Amer. J. Roentgenol. 76:988-1000, 1956.
[Baylor University College of Medicine, Department of Radiology, Houston, TX]
Linear exponential growth, determined by
measurement of pulmonary metastases and
expressed as ‘Doubling Time,’ is introduced as
a characteristic of the individual cancer,
governing the duration before and after
diagnosis. The evidence for an age-related
‘Period of Risk’ for childhood tumors is a
supporting application. [The SCI® indicates
that this paper has been cited over 165 times
since 1961.]
V.P. Collins
9200 Westheimer
Houston, TX 77063
July 27, 1978
“The origin of the concept of linear
exponential growth as a governing
characteristic of cancer cannot be recalled but
the thesis was developing, and data
accumulating, from 1950 on under the
influence of the varied background of the
authors in pathology [Collins], physics [Tivey],
mathematics and bio-statistics [Loeffler].
Simply stated, the rule to be tested was that
the growth of cancer was linear and
exponential with a constant growth rate, as a
characteristic of the individual cancer as its
morphology, governing the duration of cancer
before and after the time of diagnosis. With
confirmation of clinical applicability, the
literature has given the accolade of ‘law,’
better perhaps than Murphy’s but not as
reliable as Newton’s. The ultimate acceptance
must be ascribed to its simplicity and clinical
applicability. Growth is a synonym for cancer.

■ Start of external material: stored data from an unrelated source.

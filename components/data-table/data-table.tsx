"use client";

import {
  flexRender,
  getCoreRowModel,
  getFilteredRowModel,
  getSortedRowModel,
  useReactTable,
  type ColumnDef,
  type ColumnFiltersState,
  type OnChangeFn,
  type Row,
  type SortingState,
} from "@tanstack/react-table";
import { useState } from "react";
import { Button } from "@/components/ui/button";
import { EmptyState, Skeleton } from "@/components/ui/card";
import { Input, Select } from "@/components/ui/input";
import { cn } from "@/components/ui/cn";

export interface DataTableFilter {
  /** Column id the filter applies to. */
  columnId: string;
  label: string;
  options: { value: string; label: string }[];
}

export interface DataTableProps<T> {
  columns: ColumnDef<T, unknown>[];
  data: T[] | undefined;
  /** Accessible name of the table. */
  label: string;
  getRowId?: (row: T) => string;
  isLoading?: boolean;
  /** A message to show instead of rows; `onRetry` adds a retry button. */
  error?: string | null;
  onRetry?: () => void;
  searchPlaceholder?: string;
  filters?: DataTableFilter[];
  empty?: { title: string; body?: React.ReactNode };
  /** Shown when rows exist but none match the search and filters. */
  noMatch?: string;
  initialSorting?: SortingState;
  /**
   * Server-driven mode: the caller owns sorting, filters and search (e.g. sends them to an API
   * route) and passes already-sorted, filtered rows. Without it, the table sorts and filters
   * the rows it is given.
   */
  manual?: {
    sorting: SortingState;
    onSortingChange: OnChangeFn<SortingState>;
    columnFilters: ColumnFiltersState;
    onColumnFiltersChange: OnChangeFn<ColumnFiltersState>;
    search: string;
    onSearchChange: (value: string) => void;
  };
  onRowClick?: (row: Row<T>) => void;
  /** Extra controls beside the search box (export buttons…). */
  toolbar?: React.ReactNode;
  /** Number of skeleton rows while loading. */
  skeletonRows?: number;
}

/**
 * A reusable table: sort by clicking a header, filter by select, free-text search, and plain
 * loading, empty, no-match and error states. Wide tables scroll sideways at phone width.
 */
export function DataTable<T>({
  columns,
  data,
  label,
  getRowId,
  isLoading,
  error,
  onRetry,
  searchPlaceholder = "Search",
  filters = [],
  empty = { title: "Nothing here yet" },
  noMatch = "No rows match the search and filters.",
  initialSorting = [],
  manual,
  onRowClick,
  toolbar,
  skeletonRows = 5,
}: DataTableProps<T>) {
  const [sortingLocal, setSortingLocal] = useState<SortingState>(initialSorting);
  const [filtersLocal, setFiltersLocal] = useState<ColumnFiltersState>([]);
  const [searchLocal, setSearchLocal] = useState("");

  const sorting = manual?.sorting ?? sortingLocal;
  const columnFilters = manual?.columnFilters ?? filtersLocal;
  const search = manual?.search ?? searchLocal;

  const table = useReactTable<T>({
    data: data ?? [],
    columns,
    getRowId,
    state: { sorting, columnFilters, globalFilter: search },
    onSortingChange: manual?.onSortingChange ?? setSortingLocal,
    onColumnFiltersChange: manual?.onColumnFiltersChange ?? setFiltersLocal,
    onGlobalFilterChange: (v: string) => (manual ? manual.onSearchChange(v) : setSearchLocal(v)),
    manualSorting: Boolean(manual),
    manualFiltering: Boolean(manual),
    getCoreRowModel: getCoreRowModel(),
    getSortedRowModel: getSortedRowModel(),
    getFilteredRowModel: getFilteredRowModel(),
    globalFilterFn: "includesString",
  });

  const rows = table.getRowModel().rows;
  const hasAnyRows = (data?.length ?? 0) > 0;
  const isFiltered = search.trim() !== "" || columnFilters.length > 0;
  const filterValue = (id: string) => (columnFilters.find((f) => f.id === id)?.value as string | undefined) ?? "";
  const setFilter = (id: string, value: string) =>
    table.setColumnFilters((prev) => [...prev.filter((f) => f.id !== id), ...(value ? [{ id, value }] : [])]);

  return (
    <div className="space-y-3">
      <div className="flex flex-col gap-2 sm:flex-row sm:items-end">
        <div className="sm:w-72">
          <label className="sr-only" htmlFor={`${label}-search`}>
            {searchPlaceholder}
          </label>
          <Input
            id={`${label}-search`}
            type="search"
            placeholder={searchPlaceholder}
            value={search}
            onChange={(e) => table.setGlobalFilter(e.target.value)}
          />
        </div>
        {filters.map((f) => (
          <div key={f.columnId} className="sm:w-48">
            <label className="sr-only" htmlFor={`${label}-filter-${f.columnId}`}>
              {f.label}
            </label>
            <Select id={`${label}-filter-${f.columnId}`} value={filterValue(f.columnId)} onChange={(e) => setFilter(f.columnId, e.target.value)}>
              <option value="">{f.label}: all</option>
              {f.options.map((o) => (
                <option key={o.value} value={o.value}>
                  {o.label}
                </option>
              ))}
            </Select>
          </div>
        ))}
        {toolbar ? <div className="flex gap-2 sm:ml-auto">{toolbar}</div> : null}
      </div>

      {error ? (
        <div role="alert" className="rounded-md border border-red-200 bg-red-50 px-4 py-6 text-center text-sm text-signal-danger">
          <p className="font-medium">{error}</p>
          {onRetry ? (
            <Button variant="secondary" size="sm" className="mt-3" onClick={onRetry}>
              Try again
            </Button>
          ) : null}
        </div>
      ) : !isLoading && !hasAnyRows && !isFiltered ? (
        <EmptyState title={empty.title}>{empty.body}</EmptyState>
      ) : (
        <div tabIndex={0} className="focus-visible:outline-2 focus-visible:outline-ink-600 overflow-x-auto rounded-md bg-white ring-1 ring-paper-200">
          <table className="min-w-full text-sm" aria-label={label} aria-busy={isLoading || undefined}>
            <thead className="bg-paper-100 text-left text-xs uppercase tracking-wide text-ink-500">
              {table.getHeaderGroups().map((hg) => (
                <tr key={hg.id}>
                  {hg.headers.map((header, hi) => {
                    const canSort = header.column.getCanSort();
                    const dir = header.column.getIsSorted();
                    return (
                      <th
                        key={header.id}
                        scope="col"
                        className={cn("whitespace-nowrap px-4 py-2 font-medium", hi === 0 && "sticky left-0 z-10 bg-paper-100")}
                        aria-sort={dir === "asc" ? "ascending" : dir === "desc" ? "descending" : canSort ? "none" : undefined}
                      >
                        {header.isPlaceholder ? null : canSort ? (
                          <button
                            type="button"
                            className="inline-flex items-center gap-1 uppercase hover:text-ink-800"
                            onClick={header.column.getToggleSortingHandler()}
                          >
                            {flexRender(header.column.columnDef.header, header.getContext())}
                            <span aria-hidden="true" className="text-ink-400">
                              {dir === "asc" ? "▲" : dir === "desc" ? "▼" : "↕"}
                            </span>
                          </button>
                        ) : (
                          flexRender(header.column.columnDef.header, header.getContext())
                        )}
                      </th>
                    );
                  })}
                </tr>
              ))}
            </thead>
            <tbody className="divide-y divide-paper-200">
              {isLoading && rows.length === 0
                ? Array.from({ length: skeletonRows }, (_, i) => (
                    <tr key={`sk-${i}`}>
                      {table.getVisibleLeafColumns().map((c) => (
                        <td key={c.id} className="px-4 py-3">
                          <Skeleton className="h-4 w-full min-w-12" />
                        </td>
                      ))}
                    </tr>
                  ))
                : rows.map((row) => (
                    <tr
                      key={row.id}
                      className={cn("hover:bg-paper-50", onRowClick && "cursor-pointer")}
                      onClick={onRowClick ? () => onRowClick(row) : undefined}
                    >
                      {row.getVisibleCells().map((cell, ci) => (
                        <td key={cell.id} className={cn("px-4 py-2 align-top", ci === 0 && "sticky left-0 z-10 bg-white")}>
                          {flexRender(cell.column.columnDef.cell, cell.getContext())}
                        </td>
                      ))}
                    </tr>
                  ))}
              {!isLoading && rows.length === 0 ? (
                <tr>
                  <td colSpan={table.getVisibleLeafColumns().length} className="px-4 py-8 text-center text-ink-500">
                    {noMatch}
                  </td>
                </tr>
              ) : null}
            </tbody>
          </table>
          {isLoading && rows.length > 0 ? (
            <p className="border-t border-paper-200 px-4 py-1 text-xs text-ink-400" role="status">
              Refreshing…
            </p>
          ) : null}
        </div>
      )}
    </div>
  );
}
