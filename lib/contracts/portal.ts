import { z } from "zod";
import type { EstimateResult } from "@/lib/estimating/types";
import { ROLES } from "@/db/schema/common";
import { STAGE_LABEL } from "@/lib/labels";
import { keysOf, listAnswer, wireDate } from "./wire";

/** The portal's polled routes, as sent (app/api/portal/**), shared with the hooks that poll them. */

/** GET /api/portal/analyses/:id: one analysis's progress, and its estimate when done. */
export const analysisPoll = z.object({
  id: z.string(),
  partId: z.string(),
  revisionId: z.string(),
  status: z.enum(["queued", "running", "done", "failed"]),
  progress: z.number(),
  stageLabel: z.string().nullable(),
  error: z.object({ code: z.string().nullable(), message: z.string().nullable() }).nullable(),
  /** The engine's result (lib/estimating/types.ts, its own typed contract); a client's view drops the alternatives' prices. */
  result: z.custom<EstimateResult>((v) => typeof v === "object" && v !== null).nullable(),
});
export type AnalysisPoll = z.infer<typeof analysisPoll>;

/** GET /api/portal/requests/:id: one request's stage, polled after paying. */
export const requestStatus = z.object({
  id: z.string(),
  reference: z.string(),
  projectName: z.string(),
  stage: keysOf(STAGE_LABEL),
  updatedAt: wireDate,
  order: z.object({ id: z.string(), totalCents: z.number().int(), depositCents: z.number().int() }).nullable(),
});
export type RequestStatus = z.infer<typeof requestStatus>;

/** GET /api/portal/me: who is signed in, for the parts of the (static) portal home that name them. */
export const portalMe = z.object({
  name: z.string().nullable(),
  email: z.string(),
  role: z.enum(ROLES),
});
export type PortalMe = z.infer<typeof portalMe>;

/** GET /api/portal/requests: the firm's (or the client's own) requests, a page at a time. */
export const portalListRow = z.object({
  id: z.string(),
  reference: z.string(),
  projectName: z.string(),
  stage: keysOf(STAGE_LABEL),
  neededBy: wireDate.nullable(),
  updatedAt: wireDate,
  isControlled: z.boolean(),
  createdByName: z.string().nullable(),
  partCount: z.number().int(),
  totalCents: z.number().int().nullable(),
  hasOrder: z.boolean(),
});
export const portalList = listAnswer(portalListRow).extend({ nextCursor: z.string().nullable() });
export type PortalListRow = z.infer<typeof portalListRow>;
export type PortalList = z.infer<typeof portalList>;
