import { notFound } from "next/navigation";
import { getDb } from "@/db/client";
import { getOutboxMessage } from "@/db/queries/outbox";
import { Card, PageHeader } from "@/components/ui/card";
import { pagePermission } from "@/lib/auth/page-guard";

export const dynamic = "force-dynamic";

export default async function OutboxMessagePage({ params }: { params: Promise<{ id: string }> }) {
  await pagePermission("admin:outbox", "/admin/outbox");
  const { id } = await params;
  const message = await getOutboxMessage(getDb(), id);
  if (!message) notFound();
  return (
    <>
      <PageHeader title={message.subject} subtitle={`From ${message.fromAddress} to ${message.toAddresses.join(", ")}`} />
      <Card className="p-0">
        {/* The message is shown in a sandboxed frame: no scripts, no access to this page. */}
        {/* E-mails are laid out 600 px wide: on a phone the preview scrolls inside its own frame, never clipped. */}
        <div tabIndex={0} className="focus-visible:outline-2 focus-visible:outline-ink-600 overflow-x-auto rounded-md">
          <iframe title="Rendered e-mail" sandbox="" srcDoc={message.html ?? `<pre>${message.text ?? ""}</pre>`} className="h-[70vh] w-full min-w-[640px] rounded-md" />
        </div>
      </Card>
    </>
  );
}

Growth is a function of time and increasing
volume and both are measurable. There is a
ready measure of growth rate in ‘doubling
time.’
“The rule explains the phenomenon of the
dormant cancer; the total duration of cancer is
approximately 40 doublings; three quarters of
this time is in the period of silent, steady
growth that occurs before the recognition of
the small (but not early) cancer. It explains the
phenomenon of the cancer ‘that suddenly
began to grow wildly;’ this is the exponential
upsweep after 35 to 40 doublings. It explains
the paradox of earlier diagnosis and everimproving survival rates but unrelenting
mortality rates, such as characterize breast
cancer. To move diagnosis to the left on the
exponential curve is to start the countdown on
survival at an earlier point in time, to increase
survival time even without treatment, and to
mask the effect of treatment with unearned
credit.
“There is particular appeal in the
implications for childhood tumors. The ‘Period
of Risk’ thesis (that recurrence, if going to
occur, should develop within a period equal to
the age at diagnosis plus nine months) evolved
in a search for justification for extrapolation of
linear exponential growth back to the time of
inception; several series seem to corroborate
the rule. It also un-masks the error in assuming
that childhood tumors are uniformly malignant
and rapidly growing for lack of a sturdy host
reaction. In this age group all tumors must
grow rapidly; a child is not old enough for a
slowly growing cancer to have reached the
size of recognition; slowly growing cancers
have not had time to traverse their
characteristic period of silent growth when this
is greater than the age of the child.
“Simplicity was the merit of the thought and
the obstacle to its acceptance. On first
submission for publication, it was returned with
a comment to the effect that ‘I have read this
through twice and would not touch it because
we do not accept this sort of material.’
“In the arena of cancer research the initial
impact was approximately that of a
presentation on fire-making with two sticks,
offered at a convention of nuclear physicists.
The simplicity of the hypothesis does assault
the accepted infinite complexity of etiology,
biochemistry and cyto-kinetics of cancer. But
until nuclear physicists solve our energy
problem, there is some practical application for
the warmth of a small fire kindled with two
sticks.”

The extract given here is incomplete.